Hamzehnava E, Zamani F, Ajdarkosh H, Khoonsari M, Faraji A, Sobhrakhshankhah E, et al . Evaluation of Advanced Endoscopic Stents for Pancreatic Pseudocyst Drainage: A 2-Year Study. Med J Islam Repub Iran 2025; 39 (1) :896-904
URL:
http://mjiri.iums.ac.ir/article-1-9691-en.html
Esmaeil Hamzehnava

,
Farhad Zamani

,
Hossein Ajdarkosh

,
Mahmoodreza Khoonsari

,
Amirhossein Faraji

,
Elham Sobhrakhshankhah

,
Masoumeh Nejatifar

,
Shahaboddin Dolatkhah

,
Mohadese Sedighi Pashaki

,
Fahimeh Safarnezhad Tameshkel

,
Roghayeh Sahraie

,
Mehdi Nikkhah
Gastrointestinal and Liver Diseases Research Center, School of Medicine, Iran University of Medical Sciences, Tehran, Iran , nikkhah.m@iums.ac.ir
Abstract: (34 Views)
Background: Endoscopic ultrasound (EUS)-guided drainage using lumen-apposing metal stents (LAMS) is the first line choice for treatment of pancreatic fluid collections (PFCs). This study evaluated the technical success, clinical success, and adverse events (AE) associated with the Hot AXIOS electrocautery-enhanced LAMS for pancreatic pseudocysts (PPs).
Methods: This retrospective cohort study included 45 patients with PPs undergoing Hot AXIOS stent placement between 2019 and 2021. Clinical and technical success were assessed.
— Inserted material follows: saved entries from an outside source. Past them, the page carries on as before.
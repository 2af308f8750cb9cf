import type { Fault, Pattern, GridPieceDef } from '@/engine';
import { namesOf } from '@/features/projects/formula-names';
import { changeTrack } from '@/features/projects/pattern-edits';
import { usesAny, type Lit } from '@/features/projects/followers';
import { isInTrack } from '@/features/projects/proof-place';
import type { DeskStore } from './desk-store';
import { FaultWords } from './FaultWords';
import { FormulaField } from './FormulaField';

export interface TrackFieldsProps {
  readonly store: DeskStore;
  readonly piece: GridPieceDef;
  readonly pattern: Pattern;
  readonly lit: Lit | null;
  readonly faults: readonly Fault[];
}
const AXES = [
  { axis: 'columns', one: 'column', heading: 'Columns, left to right' },
  { axis: 'rows', one: 'row', heading: 'Rows, top to bottom' },
] as const;

/** The formulas that a piece's columns and rows are made of. */
export function TrackFields({ store, piece, pattern, lit, faults }: TrackFieldsProps) {
  const names = namesOf(pattern);
  return (
    <div className="tracks">
      {AXES.map(({ axis, one, heading }) => (
        <div key={axis}>
          <h3>{heading}</h3>
          <ul>
            {piece[axis].map((track, i) => {
              const own = faults.filter((fault) =>
                isInTrack(fault, { piece: piece.name, axis: one, name: track.name }),
              );
              const follows = lit !== null && usesAny(track.size, names, lit.names);
              const set = (size: string) =>
                store.editPattern(`${piece.name}.${axis}.${i}`, (now) =>
                  changeTrack(now, { piece: piece.name, axis, index: i }, { size }),
                );
              return (
                <li key={i} className={follows ? 'follows' : undefined} data-lit={follows ? '' : undefined}>
                  <span className="track-name">{track.name}</span>
                  <FormulaField
                    label={`Size of ${one} ${track.name}`}
                    value={track.size}
                    names={names}
                    lit={lit?.names ?? null}
                    faults={own}
                    onChange={set}
                  />
                  {own.length > 0 ? <FaultWords faults={own} value={track.size} onCure={set} /> : null}
                </li>
              );
            })}
          </ul>
        </div>
      ))}
    </div>
  );
}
AEs were graded based on severity and timing. Survival analysis and the Kaplan-Meier curve were used in the study.
Results: Technical success was achieved in 97.78% (44/45) cases and clinical success in 95.56% (43/45). Patients with a previous history of PP intervention were significantly more likely to experience moderate to severe AE (P = 0.009). Removal time of stent was significantly longer in patients with moderate or severe AE (median 70 vs 34.5 days, P = 0.005). Transition of PP to walled-off necrosis was associated with moderate or severe AE in comparison with mild or no AE (P < 0.001).
Conclusion: Hot AXIOS stents demonstrated high clinical and technical success rates for PP drainage. Patients with a history of prior interventions for PPs were at significantly higher risk of AE. Closer monitoring is recommended in patients with delayed removal. Future studies should incorporate a multicenter design and control groups with standardized success rates and AE definitions.